Data to use: Begin
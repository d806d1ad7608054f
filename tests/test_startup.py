"""A short run's start-up: only the command that runs is imported, and the parsers, the
machine and its compiled code come from the user's cache folder once they are there.

Each check runs a fresh process (``PROBE``) that counts the work the cache
saves: lark grammars built (``lark.Lark.__init__``), micro-steps parsed
(``parse_step``'s own memo) and lines of machine code generated
(``emu.engine.Emitter.line``), then runs a program and prints the result.
"""

from __future__ import annotations

import json
import multiprocessing
import os
import shutil
import subprocess
import sys
from pathlib import Path

import pytest

from emu.cache import CACHE_VARIABLE
from emu.cli import COMMANDS

from cli_support import ROOT, cli_process

PROBE = r"""
import contextlib, io, json, sys
import lark
built = []
plain_init = lark.Lark.__init__
def counting_init(self, *args, **kwargs):
    built.append(1)
    plain_init(self, *args, **kwargs)
lark.Lark.__init__ = counting_init
import emu
from emu.description.notation import parse_step
emitted = []
plain_line = emu.engine.Emitter.line
def counting_line(self, text=""):
    emitted.append(1)
    plain_line(self, text)
emu.engine.Emitter.line = counting_line
machine = emu.load_machine(sys.argv[1])
steps_parsed = parse_step.cache_info().currsize
compiled = emu.engine.compile_machine(machine)
lines_generated = len(emitted)
from emu.cli import main
out = io.StringIO()
with contextlib.redirect_stdout(out):
    status = main(["run", "--json", "--machine", sys.argv[1], sys.argv[2]])
print(json.dumps({"parsers_built": len(built), "steps_parsed": steps_parsed,
                  "lines_generated": lines_generated, "source": compiled.source,
                  "status": status, "report": json.loads(out.getvalue())}))
"""

PROGRAM = ROOT / "tests" / "asm_fixtures" / "blink.asm"       # with an include: two files to assemble


def probe(cache, machine="ref8", program=PROGRAM) -> dict:
    env = {**os.environ, "PYTHONPATH": str(ROOT), CACHE_VARIABLE: str(cache)}
    env.pop("RELAYBENCH_DUMP_CODE", None)
    done = subprocess.run([sys.executable, "-c", PROBE, str(machine), str(program)], capture_output=True,
                          text=True, env=env, timeout=300, cwd=ROOT)
    assert done.returncode == 0, done.stderr
    return json.loads(done.stdout)


def work(result: dict) -> tuple[int, int, int]:
    return result["parsers_built"], result["steps_parsed"], result["lines_generated"]


@pytest.fixture(scope="module")
def cold_and_warm(tmp_path_factory):
    """One cold run into an empty cache, one warm run after it, and one with the cache off."""
    cache = tmp_path_factory.mktemp("cache")
    return cache, probe(cache), probe(cache), probe("off")


def test_a_warm_run_builds_no_parser_parses_no_step_and_generates_no_code(cold_and_warm):
    cache, cold, warm, _off = cold_and_warm
    assert all(count > 0 for count in work(cold)), work(cold)
    assert work(warm) == (0, 0, 0)
    assert {p.name for p in cache.iterdir()} == {"parsers", "machines", "code"}


def test_a_warm_run_gives_the_same_code_and_the_same_result(cold_and_warm):
    _cache, cold, warm, off = cold_and_warm
    assert warm["source"] == cold["source"] == off["source"]
    assert warm["report"] == cold["report"] == off["report"]
    assert warm["status"] == 0 and warm["report"]["status"] == "halted"


@pytest.mark.parametrize("damage", ["truncated", "garbage"])
def test_damaged_entries_are_made_anew_without_a_complaint(cold_and_warm, tmp_path, damage):
    cache, cold, _warm, _off = cold_and_warm
    damaged = tmp_path / "cache"
    shutil.copytree(cache, damaged)
    for path in damaged.rglob("*.bin"):
        data = path.read_bytes()
        path.write_bytes(data[:len(data) // 3] if damage == "truncated" else os.urandom(len(data)))
    again = probe(damaged)
    assert all(count > 0 for count in work(again))
    assert again["source"] == cold["source"] and again["report"] == cold["report"]
    assert work(probe(damaged)) == (0, 0, 0)            # and the rewritten entries are good


def test_a_changed_machine_file_is_read_and_compiled_anew(tmp_path):
    machine = tmp_path / "mine.toml"
    text = (ROOT / "emu" / "machines" / "ref8.toml").read_text(encoding="utf-8")
    machine.write_text(text, encoding="utf-8")
    cache = tmp_path / "cache"
    first = probe(cache, machine)
    assert work(probe(cache, machine)) == (0, 0, 0)
    slower = text.replace("\nms = 60\n", "\nms = 90\n", 1)      # phase A of the clock, 60 → 90 ms
    assert slower != text
    machine.write_text(slower, encoding="utf-8")
    changed = probe(cache, machine)
    assert changed["steps_parsed"] > 0 and changed["lines_generated"] > 0
    assert changed["report"]["cycles"] == first["report"]["cycles"]
    assert changed["report"]["sim_seconds"] == pytest.approx(first["report"]["sim_seconds"] * 230 / 200)
    assert len(list((cache / "machines").iterdir())) == 2


def _probe_in_parallel(cache: str) -> dict:
    return probe(cache)


def test_two_processes_filling_one_cache_at_once_both_succeed(tmp_path):
    cache = tmp_path / "cache"
    with multiprocessing.get_context("spawn").Pool(2) as pool:
        first, second = pool.map(_probe_in_parallel, [str(cache), str(cache)])
    assert first["report"] == second["report"] and first["source"] == second["source"]
    after = probe(cache)
    assert work(after) == (0, 0, 0) and after["report"] == first["report"]


def test_the_cache_folder_named_by_the_variable_is_the_one_used(tmp_path, monkeypatch):
    cache = tmp_path / "elsewhere"
    monkeypatch.setenv(CACHE_VARIABLE, str(cache))
    done = cli_process("run", PROGRAM)
    assert done.returncode == 0, done.stderr
    assert sorted(p.name for p in cache.iterdir()) == ["code", "machines", "parsers"]
    monkeypatch.setenv(CACHE_VARIABLE, "off")
    off = cli_process("run", PROGRAM)
    assert off.returncode == 0 and off.stdout == done.stdout


def imported_after(*argv) -> set[str]:
    """Module names a ``relaybench ARGV`` process has imported when it ends."""
    code = ("import sys, atexit\n"
            "atexit.register(lambda: sys.__stderr__.write('MODULES ' + ' '.join(sorted(sys.modules))))\n"
            "from emu.cli import main\nsys.exit(main(sys.argv[1:]))\n")
    done = subprocess.run([sys.executable, "-c", code, *map(str, argv)], capture_output=True, text=True,
                          env={**os.environ, "PYTHONPATH": str(ROOT)}, timeout=120, cwd=ROOT)
    return set(done.stderr.rsplit("MODULES ", 1)[1].split())


def test_importing_relaybench_reads_and_writes_no_cache(tmp_path, monkeypatch):
    """So a pytest plugin (or any program) that imports it early never touches the user's cache."""
    monkeypatch.setenv(CACHE_VARIABLE, str(tmp_path / "cache"))
    done = subprocess.run([sys.executable, "-c", "import emu, emu.cli, emu.commands.run, asm"],
                          env={**os.environ, "PYTHONPATH": str(ROOT)}, capture_output=True, text=True, timeout=120)
    assert done.returncode == 0, done.stderr
    assert not (tmp_path / "cache").exists()


def test_the_overview_lists_every_command_without_importing_one():
    done = cli_process("--help")
    assert done.returncode == 0
    for name, summary in COMMANDS.items():
        assert name in done.stdout and summary.split()[0] in done.stdout
    assert not {f"emu.commands.{name}" for name in COMMANDS} & imported_after("--help")


def test_a_plain_run_imports_neither_numpy_nor_the_panel_nor_the_waveform_writer():
    modules = imported_after("run", PROGRAM)
    assert "emu.commands.run" in modules
    assert not {"numpy", "prompt_toolkit", "vcd", "emu.timing", "emu.debugger", "emu.commands.clock"} & modules
    assert "numpy" in imported_after("run", PROGRAM, "--wear")


@pytest.mark.parametrize("name", list(COMMANDS))
def test_every_command_of_the_table_has_its_module(name):
    done = cli_process(name, "--help")
    assert done.returncode == 0, done.stderr
    assert done.stdout.startswith(f"usage: relaybench {name}")


def test_a_local_sweep_imports_neither_the_cluster_library_nor_numpy():
    """dask comes in only with --cluster; a sweep on this machine's cores needs neither."""
    modules = imported_after("sweep", ROOT / "programs" / "ref8" / "tolls.asm", "--each", "load=1..3",
                             "--workers", "1")
    assert "emu.commands.sweep" in modules
    assert not {"distributed", "dask", "numpy", "prompt_toolkit", "emu.timing", "emu.debugger"} & modules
Data to use: End
All that belongs in the answer is the lines from the start of the entries above through the line containing "machine code generated", each given exactly.

Completed task.
repository d806d1ad7608054f
filename tests/test_startup.py
"""A short run's start-up: only the command that runs is imported, and the parsers, the
machine and its compiled code come from the user's cache folder once they are there.

Each check runs a fresh process (``PROBE``) that counts the work the cache
saves: lark grammars built (``lark.Lark.__init__``), micro-steps parsed
(``parse_step``'s own memo) and lines of machine code generated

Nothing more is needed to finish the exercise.